Welcome aboard! Seems like you've fallen into a very interesting welcome thread!


----------



## derekleffew (Oct 8, 2007)

And don't forget:

Mac or PC or <cough> Linux ?

SpotDot or Telrad or "naked" ?

And what do your make-up mirror lights look like?


----------



## Radman (Oct 8, 2007)

Welcome aboard, and don't mind the strange ones, they mean no harm.


----------



## Logos (Oct 8, 2007)

Quickly while no one is looking. Speak to the Australians, we are the only sane ones.

Actually I'm getting pretty lonely. Haven't heard much from Chris or Hughsie for a while. I think All things Theatre is still out there though.


----------



## avkid (Oct 8, 2007)

Seriously, ignore the crazies.
I'm way more hardcore than most of them.


----------



## Hughesie (Oct 8, 2007)

Logos said:


> Quickly while no one is looking. Speak to the Australians, we are the only sane ones.
> 
> Actually I'm getting pretty lonely. Haven't heard much from Chris or Hughsie for a while. I think All things Theatre is still out there though.



im still around....just nothing has aroused my intrest in commenting on, i tell you who has disappeared ship, maybe because of the whole getting married thing.....

oh and gaff is hunting me down i think, but it will take a while to get to me because australian customs is slow and bad "you got drugs sir, no you don't HERE HAVE SOME THEN"


----------



## Hughesie (Oct 9, 2007)

oh and welcome to the forum


----------



## Van (Oct 9, 2007)

avkid said:


> Seriously, ignore the crazies..............


 

You're just jealous 'cause the voices don't talk to you!


----------



## gafftaper (Oct 9, 2007)

I didn't reply within the first hour so suddenly I'm on Vacation? Unlike Van, I occasionally leave the presence of my computer for a few hours. 

Thank you to Interim Interrogator Officer Soundlight for handling all the formal questions. 

Welcome to the Booth... I'm not as crazy as they make me sound. I haven't heard the voices since I started taking my pills and talking to that nice man. I just wish they would give me a more comfortable shirt. It's hard to type with your arms like this. It's nice here. The walls are so soothing. Good bunny Charc.


----------



## montnc02 (Oct 9, 2007)

I will try to cover most of what was asked of me here:

I am a rigger professionally, I mainly work in a supervisor capacity when I am on site working since IATSE generally is the labor provider. When I am not being a rigger on site I am a technician, I work on hoists and inspect rigging hardware. After inspecting miles of truss, wire rope, and chain, and thousands of shackles I have become quite good at it. I study texts of related professions such as structural and mechanical engineering to better understand the forces at play in a given system. Electricity is also an interest of mine, and I treat it much the same way I treat a given rigging problem, with respect and knowledge of its power. When I blend the two forces together I am an automation systems designer. I use industrial automation components such as PLC's and drive units for 3 phase motors to aide productions. 
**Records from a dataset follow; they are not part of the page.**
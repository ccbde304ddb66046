package main

import (
	"bytes"
	"encoding/json"
	"n2pulse/data"
	"os"
	"path/filepath"
	"strings"
	"testing"
)

// benchBoard is an invented design described as built.
var benchBoard = string(data.BoardDesign())

func TestBenchCommand(t *testing.T) {
	t.Parallel()
	path := filepath.Join(t.TempDir(), "board.toml")
	if err := os.WriteFile(path, []byte(benchBoard), 0o644); err != nil {
		t.Fatal(err)
	}
	var out, errb bytes.Buffer
	if code := run([]string{"bench", path}, &out, &errb); code != 0 {
		t.Fatalf("bench: exit %d, stderr %q", code, errb.String())
	}
	for _, want := range []string{"derived: 150 mm × 250 mm plates", "dielectric field", "margin", "channel static breakdown", "effective C(0) lifetime"} {
		if !strings.Contains(out.String(), want) {
			t.Errorf("bench output lacks %q:\n%s", want, out.String())
		}
	}
	out.Reset()
	if code := run([]string{"bench", path, "--json", "--set", "circuit.charge_voltage=40 kV"}, &out, &errb); code != 0 {
		t.Fatalf("bench --json: exit %d, stderr %q", code, errb.String())
	}
	var j struct {
		Derived []string `json:"derived"`
		Bench   struct {
			Field    float64  `json:"dielectric_field_V_m"`
			Warnings []string `json:"warnings"`
		} `json:"bench"`
	}
	if err := json.Unmarshal(out.Bytes(), &j); err != nil {
		t.Fatal(err)
	}
	// 40 kV across 1.6 mm is 25 MV/m, above the 20 MV/m of the FR-4 preset.
	if j.Bench.Field != 40e3/1.6e-3 || len(j.Derived) != 4 || !strings.Contains(strings.Join(j.Bench.Warnings, "\n"), "over-stressed") {
		t.Errorf("json: field %g, derived %v, warnings %q", j.Bench.Field, j.Derived, j.Bench.Warnings)
	}
	errb.Reset()
	if code := run([]string{"bench", path, path}, &out, &errb); code != 2 {
		t.Errorf("two designs: exit %d, want 2", code)
	}
	bad := filepath.Join(t.TempDir(), "bad.toml")
	os.WriteFile(bad, []byte(strings.Replace(benchBoard, "rail_height", "rail_hieght", 1)), 0o644)
	errb.Reset()
	if code := run([]string{"bench", bad}, &out, &errb); code != 1 || !strings.Contains(errb.String(), "build.rail_hieght") {
		t.Errorf("bad key: exit %d, stderr %q", code, errb.String())
	}
}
On my complete resume you will find that I have participated in nearly every aspect of production from scenery construction to playing a role as an actor on stage. I enjoy all aspects of production although special problems appeal to me best, which is why I find myself doing what I am doing today. I pride myself on being able to develop safe solutions to every problem with which I am faced. My attention to detail to every aspect of the production, and respect for all departments as equal shares which when are executed properly form a complete show is what makes me an excellent rigger.

I just returned from a technical rehearsal and am now intending to get some sleep. I will turn my attention to creating a more entertaining replay to the more creative questions sometime tomorrow hopefully.


----------



## gafftaper (Oct 9, 2007)

charcoaldabs said:


> :shock: What?!
> Oh, by the way. This one kid at school killed the kindergarten's bunny. He "hugged it too much"...



Is the kid named Lenny? 

"Tell me about the rabbits George! I like beans with Catchup!"


----------



## gafftaper (Oct 9, 2007)

We are a very safety conscious group and Rigging is a semi-verboten topic around here for obvious liability reasons. The current discussion on hanging a hard flat is probably the most detailed rigging discussion I've ever seen allowed. Let's face it any rigger who really knows what they are doing isn't going to take the risk of giving out advice without seeing the situation personally. So would you want to take rigging advice from Me if I was eager to give it? But that doesn't mean you cant still have fun here. 

Get to know "Whatrigger?" he's our resident know it all... opps... I mean "rigging expert" (sorry Rig my backspace key isn't working). He occasionally repels down into threads and tells everyone how dangerous we are before returning to his place way up there on Control Booth truss. He's got a lot of training, experience, and a cool job he isn't allowed to talk about. Since you mention college, it sounds like you are sort of new in your career he might be a good resource for you for ways to expand your knowledge and advance your career.


----------



## derekleffew (Oct 9, 2007)

gafftaper said:


> Is the kid named Lenny?
> 
> "Tell me about the rabbits George! I like beans with Catchup!"


Any YOU beat me to that one.

Close your eyes and think of the the rabbits, Gafftaper, just think of how soft they are...


----------



## Hughesie (Oct 9, 2007)

"the only sane ones here are the australians"

think sane australian sane australian sane australian sane australian

it just fits


----------